In early 2015, we refined our email classification scheme in order to allow better assessment of the efficiency of each filter. Each email was classified according to one of the following:

ok-whitelist (this calegory was used only until 2018, when the Baysian filter started testing emails from senders on the whitelist)
ok-passed-all (all filters used thought the email was not spam)
spam-blacklist (sender is in the blacklist)
ok-fp-blacklist (sender appeared to be in blacklist, probably as a wildcard entry, but the email was not spam)
spam-bayes (the Bayesian filter thought the email was spam)
ok-fp-bayes (the Bayesian filter thought the email was spam, but it was not)
spam-token-paucity (too few tokens for the number of characters in email)
ok-fp-token-paucity (the token-paucity filter misdiagnosed this valid email)
spam-unrecognized-words
ok-fp-unrecognized-words (high fraction of words not previously seen in emails, but not spam)
spam-missed (this spam email missed by all the filters)
spam-user-defined (someone or someone posing as someone in the whitelist sent this spam email)

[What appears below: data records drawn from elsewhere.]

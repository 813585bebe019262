// Ice Ih by R10-06, up to the melting curve of R14-08 and a little beyond. Ranges: water_formulations.hpp.
#pragma once

#include "registry/limits.hpp"
#include "registry/models/iapws_r10.hpp"
#include "registry/models/iapws_r14.hpp"
#include "registry/models/water_formulations.hpp"
#include "registry/source.hpp"

#include <span>

namespace entropy_ledger::registry {

struct IceIh {
    using Bounds = IceBounds;

    static constexpr bool holds_heat_capacity = false; // the equation goes on smoothly

    template <class Number>
    Number entropy(const Number& T, const Number& p) const
    {
        return iapws_r10::entropy(T, p);
    }

    template <class Number>
    Number enthalpy(const Number& T, const Number& p) const
    {
        return iapws_r10::enthalpy(T, p);
    }

    template <class Number>
    Number heat_capacity(const Number& T, const Number& p) const
    {
        return iapws_r10::heat_capacity(T, p);
    }

    Limits limits(double p) const
    {
        if (!(p > 0.0 && p <= Bounds::greatest_pressure))
            return {empty_range, empty_range};
        const double melting = iapws_r14::melting_temperature(p) + Bounds::melting_allowance;
        return {{Bounds::lowest_temperature, melting},
                {Bounds::lowest_temperature, melting + Bounds::superheat_margin}};
    }

    const Source& source(double, double) const { return sources::iapws_r10; }
    std::span<const Source* const> sources() const { return answering; }

private:
    static constexpr const Source* answering[] = {&sources::iapws_r10};
};

} // namespace entropy_ledger::registry
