// Liquid water, R7-97 region 1: 273.15 K <= T <= 623.15 K, saturation pressure <= p <= 100 MPa.
//
// Source: IAPWS R7-97(2012), equation (7) with the coefficients of Table 2:
//   g/(R T) = gamma(pi, tau) = sum n (7.1 - pi)^I (tau - 1.222)^J,  pi = p/16.53 MPa,  tau = 1386 K/T.
// T in K, p in Pa, results in J/kg, J/(kg K) and m3/kg. No check of range.
//
// The release sets u = s = 0 for the saturated liquid at the triple point. The equation gives there
// (273.16 K, 611.657 Pa) u = -1.3e-7 J/kg and s = -6.16e-5 J/(kg K), which is 0.017 J/kg in g or 14 microkelvin in the
// melting temperature.
#pragma once

#include "registry/models/power_series.hpp"

#include <array>

namespace entropy_ledger::registry::iapws_r7 {

inline constexpr double gas_constant = 461.526; // J/(kg K), R7-97 equation (1)

namespace region1 {

// I, J, n of R7-97 Table 2.
inline constexpr std::array<PowerTerm, 34> terms{{
    {0, -2, 0.14632971213167}, {0, -1, -0.84548187169114}, {0, 0, -0.37563603672040e1}, {0, 1, 0.33855169168385e1},
    {0, 2, -0.95791963387872}, {0, 3, 0.15772038513228}, {0, 4, -0.16616417199501e-1}, {0, 5, 0.81214629983568e-3},
    {1, -9, 0.28319080123804e-3}, {1, -7, -0.60706301565874e-3}, {1, -1, -0.18990068218419e-1},
    {1, 0, -0.32529748770505e-1}, {1, 1, -0.21841717175414e-1}, {1, 3, -0.52838357969930e-4},
    {2, -3, -0.47184321073267e-3}, {2, 0, -0.30001780793026e-3}, {2, 1, 0.47661393906987e-4},
    {2, 3, -0.44141845330846e-5}, {2, 17, -0.72694996297594e-15}, {3, -4, -0.31679644845054e-4},
    {3, 0, -0.28270797985312e-5}, {3, 6, -0.85205128120103e-9}, {4, -5, -0.22425281908000e-5},
    {4, -2, -0.65171222895601e-6}, {4, 10, -0.14341729937924e-12}, {5, -8, -0.40516996860117e-6},
    {8, -11, -0.12734301741641e-8}, {8, -6, -0.17424871230634e-9}, {21, -29, -0.68762131295531e-18},
    {23, -31, 0.14478307828521e-19}, {29, -38, 0.26335781662795e-22}, {30, -39, -0.11947622640071e-22},
    {31, -40, 0.18228094581404e-23}, {32, -41, -0.93537087292458e-25},
}};

inline constexpr double reducing_temperature = 1386.0; // K
inline constexpr double reducing_pressure = 16.53e6;   // Pa
inline constexpr double shift_tau = 1.222;

template <class Number>
PowerSeries<terms, Number> series(const Number& T, const Number& p)
{
    return {7.1 - p * (1.0 / reducing_pressure), reducing_temperature / T - shift_tau};
}

template <class Number>
Number entropy(const Number& T, const Number& p)
{
    const auto gamma = series(T, p);
    const Number tau = reducing_temperature / T;
    return gas_constant
         * (tau / (tau - shift_tau) * gamma.template sum<term_weight::j>() - gamma.template sum<term_weight::one>());
}

template <class Number>
Number enthalpy(const Number& T, const Number& p)
{
    const auto gamma = series(T, p);
    return gas_constant * reducing_temperature / (reducing_temperature / T - shift_tau)
         * gamma.template sum<term_weight::j>();
}

template <class Number>
Number heat_capacity(const Number& T, const Number& p)
{
    const auto gamma = series(T, p);
    const Number tau = reducing_temperature / T;
    const Number ratio = tau / (tau - shift_tau);
    return -gas_constant * (ratio * ratio * gamma.template sum<term_weight::jj>());
}

template <class Number>
Number gibbs_energy(const Number& T, const Number& p)
{
    return gas_constant * T * series(T, p).template sum<term_weight::one>();
}

template <class Number>
Number volume(const Number& T, const Number& p)
{
    const Number x = 7.1 - p * (1.0 / reducing_pressure);
    return -gas_constant / reducing_pressure * T / x * series(T, p).template sum<term_weight::i>();
}

} // namespace region1
} // namespace entropy_ledger::registry::iapws_r7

This allowed more detailed description of the filter results.

In the table below, the filters are listed in the order applied. The number of emails tested by each spam filter goes down sequentially because the filtering is hierarchical and if the email is declared spam by one test, or valid by the whitelist, no more tests are done. The "No. tested" column lists the number of spam emails tested by that filter and is the denominator for the "% spam rejected" entry. The denominator for "% false positives" is the total number of valid emails received (including the false positives).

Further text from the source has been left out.